=== Section Start ===

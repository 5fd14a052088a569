using System.Text.Json;
using Evenhand.Testing;
using Xunit.Abstractions;

namespace Evenhand.Daemon.Tests.Replay;

/// <summary>The credit dataset: decisions, outcomes and scores, under its two charters.</summary>
public sealed class CreditDataTests(ITestOutputHelper output) : CaseTest(output)
{
    private const string Credits = "german_credit_decoded.csv";

    [Fact]
    public void Standing_ReferenceCases_Agree()
    {
        ReplayedSnapshot byHousing = OpenData.Replay("credit-standing", Credits);
        ReplayedSnapshot byJob = OpenData.Replay("credit-standing", Credits, null, ("{ field: housing,", "{ field: job,"));
        BySex(Case("two_group", "german-sex-good"), byHousing).CompareCrude();
        BySex(Case("stratified", "german-mh-housing"), byHousing).CompareAdjusted();
        BySex(Case("stratified", "german-mh-job"), byJob).CompareAdjusted();
        new GroupComparison(Comparison, Case("two_group", "german-foreign-good"), byHousing, "foreign_worker")
        {
            Group = "0",
            Reference = "1",
        }.CompareCrude();
        AssertAgreement((2 * Crude) + (2 * Adjusted));
    }

    [Fact]
    public void Decision_ReferenceCase_Agrees()
    {
        BySex(Case("two_group", "german-sex-decision"), OpenData.Replay("credit", Credits)).CompareCrude();
        AssertAgreement(Crude);
    }

    [Fact]
    public void Outcomes_BySex_AgreeWithTheConfusionTables()
    {
        ReferenceCase c = Case("classification", "german-confusion-by-sex");
        ReplayedSnapshot snapshot = OpenData.Replay("credit", Credits);
        foreach (string sex in new[] { "male", "female" })
        {
            Compare(c, snapshot.Number("count", "selection_rate", "sex", sex), sex, "n");
            foreach ((string measure, string name) in Rates)
            {
                Compare(c, snapshot.Number("value", measure, "sex", sex), sex, name);
            }
        }

        foreach ((string measure, string name) in Rates)
        {
            Compare(c, snapshot.Number("value", measure + "_gap", "sex", "male"), "gaps_male_minus_female", name);
        }

        Compare(c, snapshot.Number("value", "calibration_gap", "sex", "male"), "gaps_male_minus_female", "calibration_in_the_large");
        AssertAgreement((2 * 6) + 5 + 1);
    }

    /// <summary>
    /// Scores are kept in 2⁴⁰ steps of their range. A range of a power of two holds whole numbers exactly; one of 100,000 would
    /// round an amount by up to 4.5e-8 and the means by 5e-10, where the case allows 1e-10.
    /// </summary>
    [Theory]
    [InlineData("score_by_sex", "score_good", "[0, 1]")]
    [InlineData("age_by_sex", "age", "[0, 150]")]
    [InlineData("amount_by_sex", "amount_dm", "[0, 32768]")]
    public void Means_BySex_Agree(string name, string column, string range)
    {
        ReferenceCase c = Case("smd", "german-smd");
        ReplayedSnapshot snapshot = OpenData.Replay("credit", Credits, null, ("score_good, range: [0, 1]", $"{column}, range: {range}"));
        CompareMeans(c, snapshot, name, "sex", "male", "female");
        AssertAgreement(3);
    }

    [Fact]
    public void Means_ByClass_Agree()
    {
        ReferenceCase c = Case("smd", "german-smd");
        ReplayedSnapshot snapshot = OpenData.Replay(
            "credit",
            Credits,
            null,
            ("score_good, range: [0, 1]", "duration_months, range: [0, 1000]"),
            ("{ name: sex, at: sex, values: [male, female], reference: female }", "{ name: class, at: class, values: [Bad, Good], reference: Good }"));
        CompareMeans(c, snapshot, "duration_by_class", "class", "Bad", "Good");
        AssertAgreement(3);
    }

    [Fact]
    public void Scores_ByTenthAndSex_AgreeWithTheReliabilityTable()
    {
        ReferenceCase c = Case("calibration", "german-calibration-bins");
        ReplayedSnapshot snapshot = OpenData.Replay(
            "credit",
            Credits,
            null,
            ("reference: female }", "reference: female }\n  - { name: tenth, at: score_good, bands: [0, 0.1, 0.2, 0.3, 0.4, 0.5, 0.6, 0.7, 0.8, 0.9], reference: \"0.9..\" }\nintersections: [[sex, tenth]]"),
            ("minimum_cell: 10", "minimum_cell: 0"));
        string[] cuts = ["0", "0.1", "0.2", "0.3", "0.4", "0.5", "0.6", "0.7", "0.8", "0.9", ""];
        foreach (string sex in new[] { "male", "female" })
        {
            foreach (JsonElement bin in c.Expected.GetProperty(sex).EnumerateArray())
            {
                int i = bin.GetProperty("bin").GetInt32();
                CompareBin(c, snapshot, bin, $"{sex}+{cuts[i]}..{cuts[i + 1]}");
            }
        }

        AssertAgreement((18 * 3) + 2);
    }

    private static (string Measure, string Name)[] Rates { get; } =
    [
        ("true_positive_rate", "tpr"), ("false_positive_rate", "fpr"), ("precision", "ppv"), ("outcome_rate", "base_rate"), ("mean_score", "mean_score"),
    ];

    private void CompareMeans(ReferenceCase c, ReplayedSnapshot snapshot, string name, string grouping, string group, string reference)
    {
        Compare(c, snapshot.Number("value", "mean_score", grouping, group), name, "mean1");
        Compare(c, snapshot.Number("value", "mean_score", grouping, reference), name, "mean2");
        Compare(c, snapshot.Number("value", "standardized_mean_difference", grouping, group), name, "smd_avgvar");
    }

    private void CompareBin(ReferenceCase c, ReplayedSnapshot snapshot, JsonElement bin, string cell)
    {
        long n = bin.GetProperty("n").GetInt64();
        Comparison.Value(c, $"{cell} n", snapshot.Number("count", "selection_rate", "sex+tenth", cell), n);
        if (n > 0)
        {
            double good = snapshot.Number("value", "outcome_rate", "sex+tenth", cell) * n;
            Comparison.Value(c, $"{cell} good", good, bin.GetProperty("good").GetInt64());
            Comparison.Value(c, $"{cell} mean_score", snapshot.Number("value", "mean_score", "sex+tenth", cell), bin.GetProperty("mean_score").GetDouble());
        }
    }

    private GroupComparison BySex(ReferenceCase c, ReplayedSnapshot snapshot) =>
        new(Comparison, c, snapshot, "sex") { Group = "male", Reference = "female" };
}
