using System.Globalization;
using System.Text;

namespace Evenhand.Daemon.Tests.Replay;

/// <summary>Flood-repair grants in a made-up harbour town: a charter and small streams of decisions.</summary>
internal static class HarbourTown
{
    /// <summary>The charter; an alert on the ratio of the hill's rate to the river's.</summary>
    public const string Charter = """
        charter: flood-grants
        title: Flood-repair grants, fast-track decisions
        id: /case
        time: /decided_at
        decision: { at: /decision, favourable: [fast_track], unfavourable: [manual_review], other: [withdrawn] }
        outcome: { at: /upheld, positive: [true], negative: [false], within: 30d }
        groups:
          - { name: language, at: /language, values: [river, hill, coast], reference: river, declined: [not_stated] }
        windows: [1h, 24h]
        lateness: 1h
        ahead: 30m
        alerts:
          - { name: language-ratio, measure: impact_ratio, grouping: language, window: all, below: 0.8, severity: page }
        """;

    private static readonly DateTimeOffset Start = new(2031, 3, 1, 6, 0, 0, TimeSpan.Zero);

    /// <summary>One decision as a line of JSON; minutes count from 2031-03-01T06:00:00Z.</summary>
    public static string Record(string id, double minute, string language, string decision) =>
        $$"""{"case":"{{id}}","decided_at":"{{At(minute)}}","language":"{{language}}","decision":"{{decision}}"}""" + "\n";

    /// <summary>A stream of a decision a minute: river and hill in turn, with these shares of ten decided favourably.</summary>
    public static string Stream(int records, int river, int hill)
    {
        StringBuilder lines = new();
        for (int i = 0; i < records; i++)
        {
            bool isRiver = i % 2 == 0;
            bool isFavourable = i / 2 % 10 < (isRiver ? river : hill);
            lines.Append(Record(CaseOf(i), i, isRiver ? "river" : "hill", isFavourable ? "fast_track" : "manual_review"));
        }

        return lines.ToString();
    }

    /// <summary>The id of a record of <see cref="Stream"/>.</summary>
    public static string CaseOf(int record) => string.Create(CultureInfo.InvariantCulture, $"c{record}");

    /// <summary>An instant, in RFC 3339.</summary>
    public static string At(double minute) => Start.AddMinutes(minute).ToString("yyyy-MM-ddTHH:mm:ssZ", CultureInfo.InvariantCulture);
}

=== Section End ===

Filter the data for the string "decisions". Copy each matching line.

/// <summary>The credit dataset: decisions, outcomes and scores, under its two charters.</summary>
/// <summary>Flood-repair grants in a made-up harbour town: a charter and small streams of decisions.</summary>
        title: Flood-repair grants, fast-track decisions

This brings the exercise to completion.